*YOUR ASSIGNMENT:*
Repeat, please, only the lines from the top of the data down to the line with "time : numpy.datetime64"; include both of those lines.

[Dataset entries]
class Scene:
    """An open radar scene (use as a context manager).

    Attributes
    ----------
    path : Path
    content : {'mask', 'backscatter'}
    crs : pyproj.CRS
    transform : affine.Affine
        Maps (col, row) of pixel corners to (x, y) in the CRS.
    shape : tuple of int
        (rows, cols).
    bands : tuple of str
        Every band that can be read: polarisations (or 'mask'), then
        'incidence_angle' and 'noise_equivalent_sigma0_<pol>' when present.
    polarisations : tuple of str
        The sigma0 bands (empty for masks).
    incidence_angle : str or None
        The incidence-angle band [degrees] when present.
    noise : dict
        Polarisation -> its noise-floor band.
    units : dict
        Band -> 'dB', '1' or 'degree'.
    time : numpy.datetime64
        ``time_coverage_start`` from the file, NaT when absent.
    """

    def __init__(self, path, content, bands=None, mask_codes=None):
        if content not in _CONTENTS:
            raise ValueError(f"content must be one of {_CONTENTS}, not {content!r}")
        self.path = Path(path)
        self.content = content
        self.mask_codes = dict(MASK_CODES if mask_codes is None else mask_codes)
        if isinstance(bands, str):
            bands = bands.split()
        self._given = tuple(bands) if bands else ()
        self._src = self._ds = None
        if not self.path.is_file():
            raise ArchiveError.at(str(self.path), "", "the scene file does not exist",
                                  "check the path in scenes.csv")
        if self.path.suffix.lower() in (".tif", ".tiff"):
            names, units, attrs = self._open_tiff()
        else:
            names, units, attrs = self._open_netcdf()
        self._classify(names, units)
        try:
            self.time = parse_iso_time(attrs.get("time_coverage_start", ""))
        except ValueError:
            self.time = np.datetime64("NaT", "ns")

    # ------------------------------------------------------------ opening

    def _open_tiff(self):
        import rasterio

        from floeheat.io._raster import exact_opener

        try:
            # GDAL then reads exactly the header, directory and tiles it needs
            self._src = rasterio.open(self.path, opener=exact_opener)
        except rasterio.errors.RasterioIOError as exc:
            raise ArchiveError.at(str(self.path), "",
                                  f"cannot be read as GeoTIFF ({_library_message(exc)})",
                                  "copy the file again from its source") from exc
        src = self._src
        if src.crs is None:
            self.close()
            raise ArchiveError.at(str(self.path), "", "the scene has no CRS",
                                  "write the GeoTIFF with its CRS (e.g. EPSG:3413)")
        self.crs = pyproj.CRS.from_wkt(src.crs.to_wkt())
        self.transform = affine.Affine(*tuple(src.transform)[:6])
        self.shape = (src.height, src.width)
        tags = src.tags()
        described = [d or "" for d in src.descriptions]
        if not any(described):
            if self.content == "mask":
                described = ["mask"] + [f"band{i}" for i in range(2, src.count + 1)]
            else:
                described = list(self._given) + [f"band{i}" for i in
                                                 range(len(self._given) + 1, src.count + 1)]
        names = {}
        units = {}
        for i, name in enumerate(described[:src.count], start=1):
            name = name or f"band{i}"
            names[name] = i
            units[name] = src.units[i - 1] or src.tags(i).get("units") or tags.get("units", "")
        return names, units, tags

    def _open_netcdf(self):
        ds = open_netcdf_windowed(self.path, mask_and_scale=self.content != "mask")
        self._ds = ds
        xname, yname = self._axis("projection_x_coordinate", "x"), self._axis(
            "projection_y_coordinate", "y")
        x = canonical(ds, xname, "m", file=self.path).values
        y = canonical(ds, yname, "m", file=self.path).values
        self._xdim, self._ydim = ds[xname].dims[0], ds[yname].dims[0]
        grids = {str(n): v for n, v in ds.data_vars.items()
                 if set(v.dims) == {self._xdim, self._ydim}
                 and v.attrs.get("standard_name") not in ("latitude", "longitude")}
        if not grids:
            self.close()
            raise ArchiveError.at(str(self.path), "", "no variable on the y/x grid",
                                  "store the scene on (y, x)")
        crs = crs_of(ds, next(iter(grids)), file=self.path, required=False)
        if crs is None:
            self.close()
            raise ArchiveError.at(str(self.path), "", "the scene has no CRS",
                                  "add a CF grid_mapping variable with crs_wkt")
        self.crs = crs
        self.shape = (y.size, x.size)
        self.transform = _transform(x, y, self.path, xname, yname)
        if self.content == "mask":
            flagged = [n for n, v in grids.items() if "flag_values" in v.attrs]
            chosen = flagged or list(grids)
            if len(chosen) > 1:
                self.close()
                raise ArchiveError.at(str(self.path), f"variables {', '.join(chosen)}",
                                      "several variables could be the mask",
                                      "keep one mask variable (with flag_values) per file")
            self._vars = {"mask": chosen[0]}
        else:
            self._vars = {}
            for name, var in grids.items():
                pol = str(var.attrs.get("polarisation", var.attrs.get("polarization", name)))
                role = str(var.attrs.get("role", ""))
                # the role says what a band is; a noise floor names its polarisation too
                if role == "noise_equivalent_sigma0" or name.startswith(NOISE_PREFIX):
                    label = name if name.startswith(NOISE_PREFIX) else f"{NOISE_PREFIX}_{pol}"
                elif (var.attrs.get("standard_name") == "angle_of_incidence"
                      or role == INCIDENCE_ANGLE):
                    label = INCIDENCE_ANGLE
                else:
                    label = pol
                self._vars[label] = name
        units = {label: str(ds[name].attrs.get("units", "")) for label, name in
                 self._vars.items()}
        return {label: label for label in self._vars}, units, dict(ds.attrs)

    def _axis(self, standard_name, fallback):
        ds = self._ds
        for name, var in ds.variables.items():
            if var.ndim == 1 and var.attrs.get("standard_name") == standard_name:
                return str(name)
        if fallback in ds.variables and ds[fallback].ndim == 1:
            return fallback
        self.close()
        raise ArchiveError.at(str(self.path), f"standard_name {standard_name!r}",
                              f"no 1-D {fallback} coordinate",
                              f"add the {fallback} coordinate in metres with its standard_name")

    def _classify(self, names, units):
        """Sort band names into polarisations, incidence angle and noise floors."""
        self._index = names  # band name -> GeoTIFF index or NetCDF label
        if self.content == "mask":
            chosen = "mask" if "mask" in names else next(iter(names))
            # the mask band is always read as "mask", whatever the file calls it
            self.bands = ("mask",)
            self._index = {"mask": names[chosen]}
            self.polarisations, self.incidence_angle, self.noise = (), None, {}
            self.units = {"mask": "1"}
            return
        pols = [n for n in names if n != INCIDENCE_ANGLE and not n.startswith(NOISE_PREFIX)
                and not n.startswith("band")]
        missing = [b for b in self._given if b not in pols]
        if missing:
            self.close()
            raise ArchiveError.at(str(self.path), "bands",
                                  f"the scene table lists {' '.join(self._given)!r} but the "
                                  f"file's bands are {' '.join(pols) or 'unnamed'!r}",
                                  "correct the band column or the band descriptions")
        self.polarisations = tuple(pols)
        self.incidence_angle = INCIDENCE_ANGLE if INCIDENCE_ANGLE in names else None
        self.noise = {}
        for n in names:
            if n.startswith(NOISE_PREFIX):
                pol = n[len(NOISE_PREFIX):].lstrip("_")
                if not pol and len(pols) == 1:
                    pol = pols[0]
                self.noise[pol] = n
        self.bands = (self.polarisations + ((self.incidence_angle,) if self.incidence_angle
                                            else ()) + tuple(self.noise.values()))
        if not self.polarisations:
            self.close()
            raise ArchiveError.at(str(self.path), "bands", "no polarisation band found",
                                  "describe the bands (e.g. 'HH') or fill the band column")
        self.units = {}
        for n in self.bands:
            if n == self.incidence_angle:
                self.units[n] = "degree"
            else:
                self.units[n] = "dB" if units.get(n, "").strip().lower() == "db" else "1"

    # ------------------------------------------------------------ reading

    def read_window(self, rows: slice, cols: slice, band: str | None = None,
                    scale: str = "stored") -> np.ndarray:
        """Read one window of one band; only that window is read from disk.

        Parameters
        ----------
        rows, cols : slice
            Row and column ranges (step 1), as for a numpy array of ``shape``.
        band : str, optional
            A name in ``bands``; the first band by default.
        scale : {'stored', 'linear', 'dB'}
            For sigma0 and noise bands: keep the file's scale or convert.

        Returns
        -------
        numpy.ndarray
            2-D; uint8 canonical codes for masks, float32 (NaN no data) otherwise.
        """
        band = self.bands[0] if band is None else band
        if band not in self.bands:
            raise KeyError(f"{self.path}: no band {band!r}; bands are {self.bands}")
        (r0, r1, rs), (c0, c1, cs) = rows.indices(self.shape[0]), cols.indices(self.shape[1])
        if rs != 1 or cs != 1:
            raise ValueError("read_window takes slices with step 1")
        r1, c1 = max(r1, r0), max(c1, c0)
        try:
            if self._src is not None:
                data, nodata = self._read_tiff(band, r0, r1, c0, c1)
            else:
                data, nodata = self._read_netcdf(band, r0, r1, c0, c1)
        except _READ_ERRORS as exc:
            raise ArchiveError.at(
                str(self.path), self._place(band),
                f"rows {r0}:{r1}, columns {c0}:{c1} cannot be read, the file may be "
                f"truncated or corrupt ({_library_message(exc)})",
                "copy the file again from its source, or remove it from the archive"
            ) from exc
        if self.content == "mask":
            return self._canonical_mask(data)
        data = data.astype("float32")
        if nodata is not None and not np.isnan(nodata):
            data[data == nodata] = np.nan
        return self._rescale(data, band, scale)

    def _read_tiff(self, band, r0, r1, c0, c1):
        from rasterio.windows import Window

        idx = self._index[band]
        if r1 == r0 or c1 == c0:
            return np.empty((r1 - r0, c1 - c0), self._src.dtypes[idx - 1]), None
        data = self._src.read(idx, window=Window(c0, r0, c1 - c0, r1 - r0))
        return data, self._src.nodatavals[idx - 1]

    def _read_netcdf(self, band, r0, r1, c0, c1):
        var = self._ds[self._vars[band]]
        window = var.isel({self._ydim: slice(r0, r1), self._xdim: slice(c0, c1)})
        data = np.asarray(window.transpose(self._ydim, self._xdim).values)
        return data, None

    def _place(self, band) -> str:
        """Where a band is in the file, for messages."""
        if self._src is not None:
            return f"band {self._index[band]} ({band})"
        return f"variable {self._vars[band]}"

    def _canonical_mask(self, data):
        out = np.full(data.shape, MASK_CODES["nodata"], dtype="uint8")
        for cls in ("water", "ice"):
            out[np.isin(data, np.atleast_1d(self.mask_codes[cls]))] = MASK_CODES[cls]
        return out

    def _rescale(self, data, band, scale):
        if scale not in ("stored", "linear", "dB"):
            raise ValueError(f"scale must be 'stored', 'linear' or 'dB', not {scale!r}")
        stored = self.units[band]
        if scale == "stored" or stored == "degree" or stored == scale or (
                scale == "linear" and stored == "1"):
            return data
        if scale == "linear":
            return np.power(np.float32(10), data / np.float32(10))
        with warnings.catch_warnings():
            warnings.simplefilter("ignore", RuntimeWarning)
            return np.where(data > 0, 10 * np.log10(data), np.nan).astype("float32")

    # ------------------------------------------------------------ lifetime

    def close(self):
        """Close the file."""
        for handle in (self._src, self._ds):
            if handle is not None:
                handle.close()
        self._src = self._ds = None

    def __enter__(self):
        return self

    def __exit__(self, *exc):
        self.close()

    def __repr__(self):
        return (f"Scene({str(self.path)!r}, content={self.content!r}, shape={self.shape}, "
                f"bands={self.bands})")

*TASK RESPONSE:*
class Scene:
    """An open radar scene (use as a context manager).

    Attributes
    ----------
    path : Path
    content : {'mask', 'backscatter'}
    crs : pyproj.CRS
    transform : affine.Affine
        Maps (col, row) of pixel corners to (x, y) in the CRS.
    shape : tuple of int
        (rows, cols).
    bands : tuple of str
        Every band that can be read: polarisations (or 'mask'), then
        'incidence_angle' and 'noise_equivalent_sigma0_<pol>' when present.
    polarisations : tuple of str
        The sigma0 bands (empty for masks).
    incidence_angle : str or None
        The incidence-angle band [degrees] when present.
    noise : dict
        Polarisation -> its noise-floor band.
    units : dict
        Band -> 'dB', '1' or 'degree'.
    time : numpy.datetime64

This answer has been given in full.